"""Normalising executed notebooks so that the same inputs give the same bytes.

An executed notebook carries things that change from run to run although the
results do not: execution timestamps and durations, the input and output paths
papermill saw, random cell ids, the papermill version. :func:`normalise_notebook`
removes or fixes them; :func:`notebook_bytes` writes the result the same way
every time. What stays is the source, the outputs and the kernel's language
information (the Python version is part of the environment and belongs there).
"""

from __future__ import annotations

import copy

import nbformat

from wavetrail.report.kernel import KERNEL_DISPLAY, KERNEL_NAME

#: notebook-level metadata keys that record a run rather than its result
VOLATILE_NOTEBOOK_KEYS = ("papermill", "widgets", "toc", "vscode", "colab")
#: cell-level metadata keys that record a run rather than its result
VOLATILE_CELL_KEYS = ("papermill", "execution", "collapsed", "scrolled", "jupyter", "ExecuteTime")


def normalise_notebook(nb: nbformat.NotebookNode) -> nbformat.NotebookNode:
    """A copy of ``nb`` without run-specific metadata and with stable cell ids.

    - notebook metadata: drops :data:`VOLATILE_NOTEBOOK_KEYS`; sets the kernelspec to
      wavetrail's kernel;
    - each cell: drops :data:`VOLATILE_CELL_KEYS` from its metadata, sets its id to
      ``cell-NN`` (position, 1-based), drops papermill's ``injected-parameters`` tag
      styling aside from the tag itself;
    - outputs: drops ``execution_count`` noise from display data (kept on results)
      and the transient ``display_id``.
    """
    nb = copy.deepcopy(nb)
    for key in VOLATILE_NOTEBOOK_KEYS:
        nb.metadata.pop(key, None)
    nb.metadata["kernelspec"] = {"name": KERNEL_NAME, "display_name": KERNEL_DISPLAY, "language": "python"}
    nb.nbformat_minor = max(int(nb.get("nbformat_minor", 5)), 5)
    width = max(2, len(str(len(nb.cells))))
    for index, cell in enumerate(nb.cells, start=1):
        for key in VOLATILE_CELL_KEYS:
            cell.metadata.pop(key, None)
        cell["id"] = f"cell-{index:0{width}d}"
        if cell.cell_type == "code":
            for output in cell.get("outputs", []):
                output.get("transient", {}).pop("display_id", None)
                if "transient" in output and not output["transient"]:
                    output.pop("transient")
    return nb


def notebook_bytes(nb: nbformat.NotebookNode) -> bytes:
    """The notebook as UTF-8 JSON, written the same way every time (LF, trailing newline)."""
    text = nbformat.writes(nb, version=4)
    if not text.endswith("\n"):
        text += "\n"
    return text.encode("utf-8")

◆ ◆ ◆

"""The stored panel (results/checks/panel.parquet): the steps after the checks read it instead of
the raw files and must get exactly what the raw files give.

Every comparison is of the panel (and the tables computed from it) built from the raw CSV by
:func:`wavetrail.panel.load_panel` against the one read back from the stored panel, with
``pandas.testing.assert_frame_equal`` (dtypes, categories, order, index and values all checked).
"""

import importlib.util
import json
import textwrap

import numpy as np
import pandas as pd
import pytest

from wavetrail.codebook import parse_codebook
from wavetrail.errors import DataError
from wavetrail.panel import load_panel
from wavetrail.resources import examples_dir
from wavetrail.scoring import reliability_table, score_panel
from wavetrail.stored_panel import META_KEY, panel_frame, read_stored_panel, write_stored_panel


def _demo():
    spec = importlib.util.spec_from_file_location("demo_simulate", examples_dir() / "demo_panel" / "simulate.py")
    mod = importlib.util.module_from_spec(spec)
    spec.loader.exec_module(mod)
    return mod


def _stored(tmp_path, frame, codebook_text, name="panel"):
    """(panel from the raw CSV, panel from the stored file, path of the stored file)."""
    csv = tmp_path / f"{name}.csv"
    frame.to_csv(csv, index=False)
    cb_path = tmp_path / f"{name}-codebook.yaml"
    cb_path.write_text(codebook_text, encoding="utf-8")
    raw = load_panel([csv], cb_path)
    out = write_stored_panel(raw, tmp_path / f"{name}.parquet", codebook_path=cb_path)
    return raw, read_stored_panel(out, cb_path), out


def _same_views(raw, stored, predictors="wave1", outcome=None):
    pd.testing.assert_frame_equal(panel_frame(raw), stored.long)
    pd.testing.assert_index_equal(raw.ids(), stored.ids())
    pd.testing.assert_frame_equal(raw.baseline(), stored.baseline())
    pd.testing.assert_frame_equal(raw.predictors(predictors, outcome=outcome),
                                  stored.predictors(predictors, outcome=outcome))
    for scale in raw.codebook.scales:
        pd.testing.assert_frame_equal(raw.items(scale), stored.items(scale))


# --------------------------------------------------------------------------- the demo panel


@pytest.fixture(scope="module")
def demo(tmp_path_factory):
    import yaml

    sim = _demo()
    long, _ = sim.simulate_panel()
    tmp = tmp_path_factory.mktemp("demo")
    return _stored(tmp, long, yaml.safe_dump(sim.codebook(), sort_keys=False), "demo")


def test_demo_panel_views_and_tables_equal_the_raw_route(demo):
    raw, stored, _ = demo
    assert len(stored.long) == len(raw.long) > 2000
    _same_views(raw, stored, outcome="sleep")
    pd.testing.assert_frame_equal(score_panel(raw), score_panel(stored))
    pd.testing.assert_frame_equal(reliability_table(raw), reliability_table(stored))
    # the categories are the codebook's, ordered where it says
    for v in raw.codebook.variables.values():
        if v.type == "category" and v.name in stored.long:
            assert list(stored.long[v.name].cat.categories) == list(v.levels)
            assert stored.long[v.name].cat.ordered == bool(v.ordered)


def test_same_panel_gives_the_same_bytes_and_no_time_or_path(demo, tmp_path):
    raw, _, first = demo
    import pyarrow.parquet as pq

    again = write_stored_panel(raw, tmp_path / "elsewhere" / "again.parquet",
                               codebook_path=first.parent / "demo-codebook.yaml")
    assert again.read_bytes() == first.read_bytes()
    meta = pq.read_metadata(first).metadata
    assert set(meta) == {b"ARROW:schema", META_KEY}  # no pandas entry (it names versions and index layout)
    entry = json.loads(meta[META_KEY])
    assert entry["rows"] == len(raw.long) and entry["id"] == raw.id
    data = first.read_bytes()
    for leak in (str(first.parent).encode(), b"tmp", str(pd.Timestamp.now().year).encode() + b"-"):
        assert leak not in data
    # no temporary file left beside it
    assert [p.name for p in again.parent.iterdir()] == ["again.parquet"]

◆ ◆ ◆

Action item —
Starting at the line above that contains "data = first.read_bytes()", write out each line exactly until the line that contains "assert [p.name for" has been written, and stop there.

Response to this exercise —
    data = first.read_bytes()
    for leak in (str(first.parent).encode(), b"tmp", str(pd.Timestamp.now().year).encode() + b"-"):
        assert leak not in data
    # no temporary file left beside it
    assert [p.name for p in again.parent.iterdir()] == ["again.parquet"]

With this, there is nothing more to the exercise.